__ACTION ITEM__
In the entries below, find every line with the string "FitResult" and copy it.

__GIVEN DATA__
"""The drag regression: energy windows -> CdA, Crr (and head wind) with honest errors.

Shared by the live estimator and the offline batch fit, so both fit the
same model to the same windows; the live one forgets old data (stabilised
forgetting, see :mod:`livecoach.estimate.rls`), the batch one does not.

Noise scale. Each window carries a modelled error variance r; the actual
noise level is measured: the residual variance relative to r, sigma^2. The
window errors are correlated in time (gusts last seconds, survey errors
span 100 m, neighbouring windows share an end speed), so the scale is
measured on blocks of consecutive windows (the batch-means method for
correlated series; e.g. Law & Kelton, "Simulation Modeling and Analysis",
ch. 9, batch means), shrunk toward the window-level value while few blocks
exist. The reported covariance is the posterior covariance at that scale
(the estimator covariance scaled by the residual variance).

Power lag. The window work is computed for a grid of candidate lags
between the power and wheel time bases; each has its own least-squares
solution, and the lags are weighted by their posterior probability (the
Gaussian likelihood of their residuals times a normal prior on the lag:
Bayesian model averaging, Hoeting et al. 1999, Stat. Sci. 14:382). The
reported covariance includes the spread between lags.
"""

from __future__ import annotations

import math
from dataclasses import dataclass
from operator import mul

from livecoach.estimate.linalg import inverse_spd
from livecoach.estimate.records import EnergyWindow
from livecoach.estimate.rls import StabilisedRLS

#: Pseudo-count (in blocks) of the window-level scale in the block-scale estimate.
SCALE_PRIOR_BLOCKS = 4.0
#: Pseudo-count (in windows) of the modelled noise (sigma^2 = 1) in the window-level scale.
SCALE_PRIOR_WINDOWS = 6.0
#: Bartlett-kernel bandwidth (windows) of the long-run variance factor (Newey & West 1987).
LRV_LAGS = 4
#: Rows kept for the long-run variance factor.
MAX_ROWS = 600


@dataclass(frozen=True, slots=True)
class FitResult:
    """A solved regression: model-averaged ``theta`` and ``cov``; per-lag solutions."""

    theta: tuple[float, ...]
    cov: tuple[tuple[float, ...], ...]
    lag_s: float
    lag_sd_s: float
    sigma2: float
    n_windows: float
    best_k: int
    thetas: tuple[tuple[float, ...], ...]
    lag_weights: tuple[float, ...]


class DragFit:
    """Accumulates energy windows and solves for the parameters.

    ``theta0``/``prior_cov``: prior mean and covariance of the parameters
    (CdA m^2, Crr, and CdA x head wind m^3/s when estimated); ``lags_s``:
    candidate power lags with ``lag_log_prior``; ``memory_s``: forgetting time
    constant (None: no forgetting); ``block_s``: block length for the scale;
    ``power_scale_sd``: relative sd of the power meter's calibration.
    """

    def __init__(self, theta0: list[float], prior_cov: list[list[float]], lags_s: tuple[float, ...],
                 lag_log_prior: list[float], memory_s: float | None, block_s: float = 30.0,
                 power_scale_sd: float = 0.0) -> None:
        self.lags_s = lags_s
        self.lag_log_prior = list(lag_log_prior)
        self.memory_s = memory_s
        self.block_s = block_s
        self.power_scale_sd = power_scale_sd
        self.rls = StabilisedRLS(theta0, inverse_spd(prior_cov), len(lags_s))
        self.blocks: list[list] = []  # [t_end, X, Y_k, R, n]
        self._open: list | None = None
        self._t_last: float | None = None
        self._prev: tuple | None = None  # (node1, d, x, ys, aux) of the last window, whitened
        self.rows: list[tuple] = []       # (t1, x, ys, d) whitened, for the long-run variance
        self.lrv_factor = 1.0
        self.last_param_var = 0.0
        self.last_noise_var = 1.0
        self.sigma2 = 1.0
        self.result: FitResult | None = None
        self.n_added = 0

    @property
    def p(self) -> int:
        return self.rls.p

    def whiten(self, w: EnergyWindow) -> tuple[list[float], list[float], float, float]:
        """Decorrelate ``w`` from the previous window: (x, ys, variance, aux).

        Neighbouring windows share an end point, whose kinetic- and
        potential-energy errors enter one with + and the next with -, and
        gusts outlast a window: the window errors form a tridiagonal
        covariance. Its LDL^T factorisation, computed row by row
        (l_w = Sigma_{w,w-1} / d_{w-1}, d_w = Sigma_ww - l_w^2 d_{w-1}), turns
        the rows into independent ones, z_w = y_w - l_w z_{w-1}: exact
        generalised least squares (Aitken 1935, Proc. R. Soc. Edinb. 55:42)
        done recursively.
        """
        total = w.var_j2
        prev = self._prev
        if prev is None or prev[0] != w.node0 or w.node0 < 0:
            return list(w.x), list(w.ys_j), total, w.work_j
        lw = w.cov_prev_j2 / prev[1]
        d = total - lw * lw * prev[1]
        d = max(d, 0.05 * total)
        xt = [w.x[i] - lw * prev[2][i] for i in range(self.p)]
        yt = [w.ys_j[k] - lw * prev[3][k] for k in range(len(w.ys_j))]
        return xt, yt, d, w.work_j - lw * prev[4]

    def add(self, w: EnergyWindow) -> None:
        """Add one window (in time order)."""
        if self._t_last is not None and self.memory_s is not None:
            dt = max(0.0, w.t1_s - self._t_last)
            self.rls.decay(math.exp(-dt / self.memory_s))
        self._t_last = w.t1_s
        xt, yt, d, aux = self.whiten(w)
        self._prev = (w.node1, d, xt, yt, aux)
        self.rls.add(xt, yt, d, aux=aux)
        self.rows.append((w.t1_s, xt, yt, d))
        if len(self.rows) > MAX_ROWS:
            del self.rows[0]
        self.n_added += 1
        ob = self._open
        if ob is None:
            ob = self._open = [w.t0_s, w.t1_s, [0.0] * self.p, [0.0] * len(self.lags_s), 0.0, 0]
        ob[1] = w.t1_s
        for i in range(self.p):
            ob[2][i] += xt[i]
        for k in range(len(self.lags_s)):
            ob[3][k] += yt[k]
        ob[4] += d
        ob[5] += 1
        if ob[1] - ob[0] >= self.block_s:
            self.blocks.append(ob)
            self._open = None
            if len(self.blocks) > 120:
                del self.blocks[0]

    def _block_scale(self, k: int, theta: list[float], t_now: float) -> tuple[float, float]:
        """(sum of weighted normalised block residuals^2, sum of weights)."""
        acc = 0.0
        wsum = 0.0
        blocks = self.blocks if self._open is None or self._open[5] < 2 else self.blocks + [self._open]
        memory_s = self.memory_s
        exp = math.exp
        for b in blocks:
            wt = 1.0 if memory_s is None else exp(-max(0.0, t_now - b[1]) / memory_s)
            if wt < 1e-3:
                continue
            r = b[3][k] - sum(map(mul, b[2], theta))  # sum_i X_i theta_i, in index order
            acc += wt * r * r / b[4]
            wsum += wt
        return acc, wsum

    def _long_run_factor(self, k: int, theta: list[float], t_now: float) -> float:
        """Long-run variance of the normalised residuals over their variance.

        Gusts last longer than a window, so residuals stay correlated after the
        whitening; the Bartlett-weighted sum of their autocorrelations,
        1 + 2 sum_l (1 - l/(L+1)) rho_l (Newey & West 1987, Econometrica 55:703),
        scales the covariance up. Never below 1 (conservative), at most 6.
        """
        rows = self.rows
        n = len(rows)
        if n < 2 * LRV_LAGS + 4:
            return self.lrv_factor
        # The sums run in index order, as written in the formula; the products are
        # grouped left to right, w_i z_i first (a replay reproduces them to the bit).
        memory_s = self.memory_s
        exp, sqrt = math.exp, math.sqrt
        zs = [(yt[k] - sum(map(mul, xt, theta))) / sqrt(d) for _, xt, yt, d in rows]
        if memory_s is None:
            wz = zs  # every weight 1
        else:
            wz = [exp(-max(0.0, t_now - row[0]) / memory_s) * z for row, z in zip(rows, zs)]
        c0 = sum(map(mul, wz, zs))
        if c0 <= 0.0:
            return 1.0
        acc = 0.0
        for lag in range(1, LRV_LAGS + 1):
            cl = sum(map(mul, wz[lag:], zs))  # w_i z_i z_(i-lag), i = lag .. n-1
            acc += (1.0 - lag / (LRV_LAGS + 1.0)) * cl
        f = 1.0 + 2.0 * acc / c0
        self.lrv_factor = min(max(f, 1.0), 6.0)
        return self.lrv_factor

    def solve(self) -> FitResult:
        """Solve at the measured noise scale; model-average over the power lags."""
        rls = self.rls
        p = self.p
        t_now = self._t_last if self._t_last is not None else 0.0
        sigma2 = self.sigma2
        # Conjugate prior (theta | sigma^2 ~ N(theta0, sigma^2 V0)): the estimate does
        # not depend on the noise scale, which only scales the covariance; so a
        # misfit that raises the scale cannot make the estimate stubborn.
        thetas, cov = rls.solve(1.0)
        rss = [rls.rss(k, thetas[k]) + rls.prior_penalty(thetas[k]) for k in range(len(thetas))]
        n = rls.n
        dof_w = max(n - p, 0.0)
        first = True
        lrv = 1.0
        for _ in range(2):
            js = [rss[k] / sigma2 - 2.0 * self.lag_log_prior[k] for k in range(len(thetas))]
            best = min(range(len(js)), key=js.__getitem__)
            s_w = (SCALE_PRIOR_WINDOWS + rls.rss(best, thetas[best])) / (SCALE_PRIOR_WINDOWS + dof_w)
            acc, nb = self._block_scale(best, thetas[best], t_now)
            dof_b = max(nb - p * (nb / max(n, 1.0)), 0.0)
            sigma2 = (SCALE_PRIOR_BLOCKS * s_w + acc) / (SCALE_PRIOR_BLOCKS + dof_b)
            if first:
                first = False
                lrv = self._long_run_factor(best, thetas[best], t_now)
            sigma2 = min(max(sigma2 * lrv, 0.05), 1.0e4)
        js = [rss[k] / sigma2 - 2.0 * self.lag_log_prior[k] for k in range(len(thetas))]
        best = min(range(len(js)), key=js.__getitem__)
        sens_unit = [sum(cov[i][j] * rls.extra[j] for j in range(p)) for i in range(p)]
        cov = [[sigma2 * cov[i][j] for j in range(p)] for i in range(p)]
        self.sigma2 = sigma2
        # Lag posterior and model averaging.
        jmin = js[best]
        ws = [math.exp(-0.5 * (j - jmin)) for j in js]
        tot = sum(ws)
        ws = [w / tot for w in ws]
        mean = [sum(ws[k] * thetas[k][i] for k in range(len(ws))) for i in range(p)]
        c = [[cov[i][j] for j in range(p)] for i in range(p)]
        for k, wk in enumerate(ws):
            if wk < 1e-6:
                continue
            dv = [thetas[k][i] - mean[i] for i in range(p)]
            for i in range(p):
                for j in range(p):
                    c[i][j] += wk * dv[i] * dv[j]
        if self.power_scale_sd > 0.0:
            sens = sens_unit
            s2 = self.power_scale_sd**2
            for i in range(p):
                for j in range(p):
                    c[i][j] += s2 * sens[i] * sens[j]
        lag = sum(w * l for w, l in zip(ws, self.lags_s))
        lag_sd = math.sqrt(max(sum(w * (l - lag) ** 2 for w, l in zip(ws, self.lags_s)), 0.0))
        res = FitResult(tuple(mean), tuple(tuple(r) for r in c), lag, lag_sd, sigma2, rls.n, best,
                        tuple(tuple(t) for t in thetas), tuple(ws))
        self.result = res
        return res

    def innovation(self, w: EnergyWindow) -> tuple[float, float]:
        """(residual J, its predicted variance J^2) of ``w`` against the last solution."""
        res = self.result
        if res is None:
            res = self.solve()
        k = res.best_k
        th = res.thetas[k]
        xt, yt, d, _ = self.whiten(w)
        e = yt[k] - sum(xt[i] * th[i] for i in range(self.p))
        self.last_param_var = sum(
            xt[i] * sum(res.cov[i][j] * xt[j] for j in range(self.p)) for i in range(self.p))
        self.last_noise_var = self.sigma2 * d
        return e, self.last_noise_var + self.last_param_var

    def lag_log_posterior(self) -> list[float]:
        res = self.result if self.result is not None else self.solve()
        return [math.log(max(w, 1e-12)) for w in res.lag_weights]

__RESULT__
class FitResult:
        self.result: FitResult | None = None
    def solve(self) -> FitResult:
        res = FitResult(tuple(mean), tuple(tuple(r) for r in c), lag, lag_sd, sigma2, rls.n, best,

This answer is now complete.